Find the line with "expect(sunday.textContent?.trim()).toBe('Free all day');" in the records below. Copy it and every line after it, up to and including the line with "const tuesday = element.querySelectorAll('tbody".
(Beginning of Data for the task)
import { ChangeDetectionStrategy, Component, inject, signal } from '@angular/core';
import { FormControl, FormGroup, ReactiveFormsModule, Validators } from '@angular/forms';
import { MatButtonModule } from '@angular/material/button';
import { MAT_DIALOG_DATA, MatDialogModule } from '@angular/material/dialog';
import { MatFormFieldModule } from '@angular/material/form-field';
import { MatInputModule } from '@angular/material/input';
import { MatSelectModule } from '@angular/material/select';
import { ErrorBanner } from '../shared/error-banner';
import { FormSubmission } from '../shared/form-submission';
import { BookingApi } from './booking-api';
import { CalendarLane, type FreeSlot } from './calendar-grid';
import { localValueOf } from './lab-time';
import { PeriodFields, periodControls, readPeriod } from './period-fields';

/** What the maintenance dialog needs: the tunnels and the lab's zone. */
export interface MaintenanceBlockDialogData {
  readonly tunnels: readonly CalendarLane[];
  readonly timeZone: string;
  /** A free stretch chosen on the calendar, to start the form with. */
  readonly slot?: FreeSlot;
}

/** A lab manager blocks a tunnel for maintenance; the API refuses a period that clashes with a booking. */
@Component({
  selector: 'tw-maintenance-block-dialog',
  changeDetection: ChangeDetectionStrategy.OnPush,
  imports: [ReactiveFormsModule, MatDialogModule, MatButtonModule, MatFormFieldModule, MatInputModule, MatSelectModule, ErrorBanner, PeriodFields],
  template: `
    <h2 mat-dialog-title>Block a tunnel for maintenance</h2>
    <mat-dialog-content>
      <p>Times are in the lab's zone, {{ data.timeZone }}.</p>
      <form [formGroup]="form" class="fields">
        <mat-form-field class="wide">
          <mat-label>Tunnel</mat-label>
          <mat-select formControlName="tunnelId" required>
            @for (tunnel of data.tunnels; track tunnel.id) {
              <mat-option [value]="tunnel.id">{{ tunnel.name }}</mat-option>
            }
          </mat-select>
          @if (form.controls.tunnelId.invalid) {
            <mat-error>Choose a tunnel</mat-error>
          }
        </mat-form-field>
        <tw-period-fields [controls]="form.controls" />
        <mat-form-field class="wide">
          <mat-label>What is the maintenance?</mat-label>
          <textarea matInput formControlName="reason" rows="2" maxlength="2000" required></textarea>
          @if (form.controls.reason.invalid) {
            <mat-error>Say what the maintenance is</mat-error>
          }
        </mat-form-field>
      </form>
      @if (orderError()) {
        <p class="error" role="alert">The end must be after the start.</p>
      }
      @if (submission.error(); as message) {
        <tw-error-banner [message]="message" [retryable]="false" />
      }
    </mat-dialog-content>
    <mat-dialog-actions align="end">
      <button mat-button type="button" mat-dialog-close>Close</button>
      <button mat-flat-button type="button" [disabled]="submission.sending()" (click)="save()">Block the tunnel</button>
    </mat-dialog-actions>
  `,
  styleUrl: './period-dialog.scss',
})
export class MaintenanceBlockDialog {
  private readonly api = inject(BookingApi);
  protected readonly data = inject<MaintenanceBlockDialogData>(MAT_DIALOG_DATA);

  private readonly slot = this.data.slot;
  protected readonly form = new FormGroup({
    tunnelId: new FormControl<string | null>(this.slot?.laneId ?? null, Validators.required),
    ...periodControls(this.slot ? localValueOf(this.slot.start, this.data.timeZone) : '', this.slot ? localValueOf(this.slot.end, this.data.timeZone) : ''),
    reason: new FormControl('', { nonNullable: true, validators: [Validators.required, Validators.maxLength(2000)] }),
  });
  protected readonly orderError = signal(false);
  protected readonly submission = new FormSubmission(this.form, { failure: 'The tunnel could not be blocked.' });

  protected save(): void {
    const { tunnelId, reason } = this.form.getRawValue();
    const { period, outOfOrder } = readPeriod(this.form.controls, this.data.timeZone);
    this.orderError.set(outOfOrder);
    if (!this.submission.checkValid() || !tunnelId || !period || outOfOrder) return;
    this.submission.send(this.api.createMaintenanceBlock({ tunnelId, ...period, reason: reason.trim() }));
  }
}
(End of Data for the task)
(Beginning of Data for the task)
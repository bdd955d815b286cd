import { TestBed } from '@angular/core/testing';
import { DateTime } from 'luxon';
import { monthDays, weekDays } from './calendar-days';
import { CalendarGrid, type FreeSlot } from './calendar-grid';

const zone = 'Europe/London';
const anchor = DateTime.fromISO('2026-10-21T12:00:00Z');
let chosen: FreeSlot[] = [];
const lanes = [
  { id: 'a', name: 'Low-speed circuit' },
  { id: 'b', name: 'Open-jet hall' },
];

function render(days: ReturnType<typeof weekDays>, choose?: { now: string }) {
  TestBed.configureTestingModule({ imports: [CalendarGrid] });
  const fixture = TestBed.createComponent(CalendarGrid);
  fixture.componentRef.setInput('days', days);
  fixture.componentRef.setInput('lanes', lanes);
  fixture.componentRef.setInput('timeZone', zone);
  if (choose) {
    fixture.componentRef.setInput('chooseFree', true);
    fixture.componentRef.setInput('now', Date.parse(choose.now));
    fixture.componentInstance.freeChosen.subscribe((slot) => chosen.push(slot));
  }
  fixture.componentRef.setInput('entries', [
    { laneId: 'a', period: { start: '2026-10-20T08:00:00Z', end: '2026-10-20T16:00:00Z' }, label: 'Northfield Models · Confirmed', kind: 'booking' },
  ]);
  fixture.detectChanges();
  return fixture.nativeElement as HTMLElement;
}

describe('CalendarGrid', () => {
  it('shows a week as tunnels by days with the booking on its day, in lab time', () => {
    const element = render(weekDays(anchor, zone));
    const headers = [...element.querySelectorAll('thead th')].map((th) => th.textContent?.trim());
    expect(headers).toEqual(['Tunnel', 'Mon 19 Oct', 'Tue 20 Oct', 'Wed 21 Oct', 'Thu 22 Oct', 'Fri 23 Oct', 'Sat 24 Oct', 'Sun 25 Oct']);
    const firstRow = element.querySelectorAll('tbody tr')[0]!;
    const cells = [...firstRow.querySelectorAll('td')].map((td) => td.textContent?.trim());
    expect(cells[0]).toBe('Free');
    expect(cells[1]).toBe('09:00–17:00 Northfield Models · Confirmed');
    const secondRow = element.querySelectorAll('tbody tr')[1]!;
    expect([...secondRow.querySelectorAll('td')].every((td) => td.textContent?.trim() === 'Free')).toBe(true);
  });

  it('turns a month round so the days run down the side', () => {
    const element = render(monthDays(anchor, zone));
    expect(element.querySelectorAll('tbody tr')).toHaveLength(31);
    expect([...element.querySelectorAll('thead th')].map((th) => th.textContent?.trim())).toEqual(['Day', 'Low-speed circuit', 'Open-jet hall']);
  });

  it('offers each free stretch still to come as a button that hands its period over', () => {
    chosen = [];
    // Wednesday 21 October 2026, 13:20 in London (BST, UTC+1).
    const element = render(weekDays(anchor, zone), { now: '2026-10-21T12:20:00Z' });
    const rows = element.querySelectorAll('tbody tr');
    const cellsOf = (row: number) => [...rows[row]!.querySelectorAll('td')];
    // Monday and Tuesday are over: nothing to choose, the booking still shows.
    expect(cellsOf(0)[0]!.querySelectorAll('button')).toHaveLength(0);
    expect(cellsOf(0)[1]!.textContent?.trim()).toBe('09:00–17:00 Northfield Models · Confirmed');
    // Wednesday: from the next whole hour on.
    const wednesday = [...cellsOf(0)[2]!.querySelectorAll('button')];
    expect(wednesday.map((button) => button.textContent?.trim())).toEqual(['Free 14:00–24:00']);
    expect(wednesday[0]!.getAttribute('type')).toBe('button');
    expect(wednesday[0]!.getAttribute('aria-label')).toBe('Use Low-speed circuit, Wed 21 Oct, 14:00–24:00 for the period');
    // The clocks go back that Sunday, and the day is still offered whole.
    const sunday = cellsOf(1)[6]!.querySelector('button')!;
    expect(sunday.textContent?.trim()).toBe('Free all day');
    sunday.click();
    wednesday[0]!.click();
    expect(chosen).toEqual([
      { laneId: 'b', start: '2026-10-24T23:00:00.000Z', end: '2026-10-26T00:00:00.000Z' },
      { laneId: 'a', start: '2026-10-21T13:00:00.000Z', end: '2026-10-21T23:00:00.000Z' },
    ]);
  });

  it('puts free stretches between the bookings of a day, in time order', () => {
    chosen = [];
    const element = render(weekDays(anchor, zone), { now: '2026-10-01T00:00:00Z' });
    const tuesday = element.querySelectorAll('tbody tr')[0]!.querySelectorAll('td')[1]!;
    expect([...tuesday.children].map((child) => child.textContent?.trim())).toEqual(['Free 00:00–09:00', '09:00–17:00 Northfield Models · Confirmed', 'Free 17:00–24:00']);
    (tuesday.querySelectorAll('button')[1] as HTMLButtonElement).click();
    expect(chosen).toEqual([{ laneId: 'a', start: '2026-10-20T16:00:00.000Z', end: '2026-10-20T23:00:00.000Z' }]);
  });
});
(End of Data for the task)
◆ Expected output
    expect(sunday.textContent?.trim()).toBe('Free all day');
    sunday.click();
    wednesday[0]!.click();
    expect(chosen).toEqual([
      { laneId: 'b', start: '2026-10-24T23:00:00.000Z', end: '2026-10-26T00:00:00.000Z' },
      { laneId: 'a', start: '2026-10-21T13:00:00.000Z', end: '2026-10-21T23:00:00.000Z' },
    ]);
  });

  it('puts free stretches between the bookings of a day, in time order', () => {
    chosen = [];
    const element = render(weekDays(anchor, zone), { now: '2026-10-01T00:00:00Z' });
    const tuesday = element.querySelectorAll('tbody tr')[0]!.querySelectorAll('td')[1]!;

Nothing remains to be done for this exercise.